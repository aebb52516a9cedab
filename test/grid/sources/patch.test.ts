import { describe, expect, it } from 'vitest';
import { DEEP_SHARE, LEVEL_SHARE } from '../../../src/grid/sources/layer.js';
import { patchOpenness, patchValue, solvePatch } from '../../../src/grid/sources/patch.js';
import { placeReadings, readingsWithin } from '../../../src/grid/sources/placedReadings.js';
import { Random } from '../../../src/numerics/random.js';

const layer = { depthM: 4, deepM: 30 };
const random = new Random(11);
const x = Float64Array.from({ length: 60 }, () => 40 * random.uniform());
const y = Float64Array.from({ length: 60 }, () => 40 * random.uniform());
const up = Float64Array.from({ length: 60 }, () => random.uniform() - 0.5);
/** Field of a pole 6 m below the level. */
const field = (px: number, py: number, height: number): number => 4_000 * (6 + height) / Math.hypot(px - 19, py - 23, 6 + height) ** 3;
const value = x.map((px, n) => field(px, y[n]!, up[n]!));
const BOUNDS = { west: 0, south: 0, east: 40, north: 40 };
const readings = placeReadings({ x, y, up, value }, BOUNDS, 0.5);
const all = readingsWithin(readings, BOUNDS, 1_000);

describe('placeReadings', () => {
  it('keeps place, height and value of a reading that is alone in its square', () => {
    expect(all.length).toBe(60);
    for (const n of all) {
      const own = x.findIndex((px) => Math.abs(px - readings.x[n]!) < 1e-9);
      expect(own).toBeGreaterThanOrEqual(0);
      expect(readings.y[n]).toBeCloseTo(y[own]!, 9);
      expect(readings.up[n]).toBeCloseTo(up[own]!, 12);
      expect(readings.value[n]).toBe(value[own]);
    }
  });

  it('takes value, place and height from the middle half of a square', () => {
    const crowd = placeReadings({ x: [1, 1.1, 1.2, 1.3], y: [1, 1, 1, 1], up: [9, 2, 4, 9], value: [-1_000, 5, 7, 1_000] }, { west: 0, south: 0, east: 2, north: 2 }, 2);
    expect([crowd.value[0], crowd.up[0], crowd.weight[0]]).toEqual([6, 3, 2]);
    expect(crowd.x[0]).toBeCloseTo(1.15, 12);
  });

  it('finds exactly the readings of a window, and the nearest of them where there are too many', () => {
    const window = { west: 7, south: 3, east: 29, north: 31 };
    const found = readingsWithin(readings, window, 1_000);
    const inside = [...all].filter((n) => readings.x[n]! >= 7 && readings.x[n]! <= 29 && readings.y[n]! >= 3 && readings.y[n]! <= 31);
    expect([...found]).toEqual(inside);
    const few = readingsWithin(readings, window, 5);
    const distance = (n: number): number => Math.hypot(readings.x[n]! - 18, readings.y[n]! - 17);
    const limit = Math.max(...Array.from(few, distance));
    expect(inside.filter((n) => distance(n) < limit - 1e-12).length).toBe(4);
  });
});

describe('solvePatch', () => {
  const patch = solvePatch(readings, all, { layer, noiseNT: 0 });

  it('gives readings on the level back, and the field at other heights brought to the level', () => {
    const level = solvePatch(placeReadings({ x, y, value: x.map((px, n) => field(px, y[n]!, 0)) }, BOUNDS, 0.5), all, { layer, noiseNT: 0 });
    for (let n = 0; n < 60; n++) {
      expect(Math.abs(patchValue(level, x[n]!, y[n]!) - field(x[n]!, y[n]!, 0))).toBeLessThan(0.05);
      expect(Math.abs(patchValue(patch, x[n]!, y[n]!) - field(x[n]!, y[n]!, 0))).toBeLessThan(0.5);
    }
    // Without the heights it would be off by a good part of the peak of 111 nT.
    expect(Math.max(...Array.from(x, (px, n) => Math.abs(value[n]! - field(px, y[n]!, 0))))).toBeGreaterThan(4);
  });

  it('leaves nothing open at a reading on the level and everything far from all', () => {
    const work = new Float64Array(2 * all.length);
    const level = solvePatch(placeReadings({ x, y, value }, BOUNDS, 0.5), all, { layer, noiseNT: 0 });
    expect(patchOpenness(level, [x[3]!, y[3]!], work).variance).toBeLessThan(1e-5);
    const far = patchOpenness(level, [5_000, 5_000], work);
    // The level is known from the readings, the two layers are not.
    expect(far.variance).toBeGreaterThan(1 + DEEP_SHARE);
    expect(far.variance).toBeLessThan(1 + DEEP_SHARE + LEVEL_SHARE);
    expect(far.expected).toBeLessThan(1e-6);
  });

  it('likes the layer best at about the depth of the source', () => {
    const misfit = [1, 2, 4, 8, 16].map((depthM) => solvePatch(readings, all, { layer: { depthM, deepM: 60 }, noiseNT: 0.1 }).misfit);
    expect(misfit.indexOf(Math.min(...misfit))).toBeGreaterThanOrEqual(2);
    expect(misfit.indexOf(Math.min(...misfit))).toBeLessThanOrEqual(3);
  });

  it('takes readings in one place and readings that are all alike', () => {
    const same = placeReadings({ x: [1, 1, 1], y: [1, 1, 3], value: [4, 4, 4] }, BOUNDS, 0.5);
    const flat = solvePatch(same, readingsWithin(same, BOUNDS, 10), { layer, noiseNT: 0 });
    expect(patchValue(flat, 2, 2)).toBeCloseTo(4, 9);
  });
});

WORK INSTRUCTIONS:
The lines to extract from the data above begin with the line containing "expect(readings.up[n]).toBeCloseTo(up[own]!, 12);" and end with the line containing "crowd.weight[0]]).toEqual([6, 3, 2]);". Extract them exactly, including both.

ANSWER SECTION:
      expect(readings.up[n]).toBeCloseTo(up[own]!, 12);
      expect(readings.value[n]).toBe(value[own]);
    }
  });

  it('takes value, place and height from the middle half of a square', () => {
    const crowd = placeReadings({ x: [1, 1.1, 1.2, 1.3], y: [1, 1, 1, 1], up: [9, 2, 4, 9], value: [-1_000, 5, 7, 1_000] }, { west: 0, south: 0, east: 2, north: 2 }, 2);
    expect([crowd.value[0], crowd.up[0], crowd.weight[0]]).toEqual([6, 3, 2]);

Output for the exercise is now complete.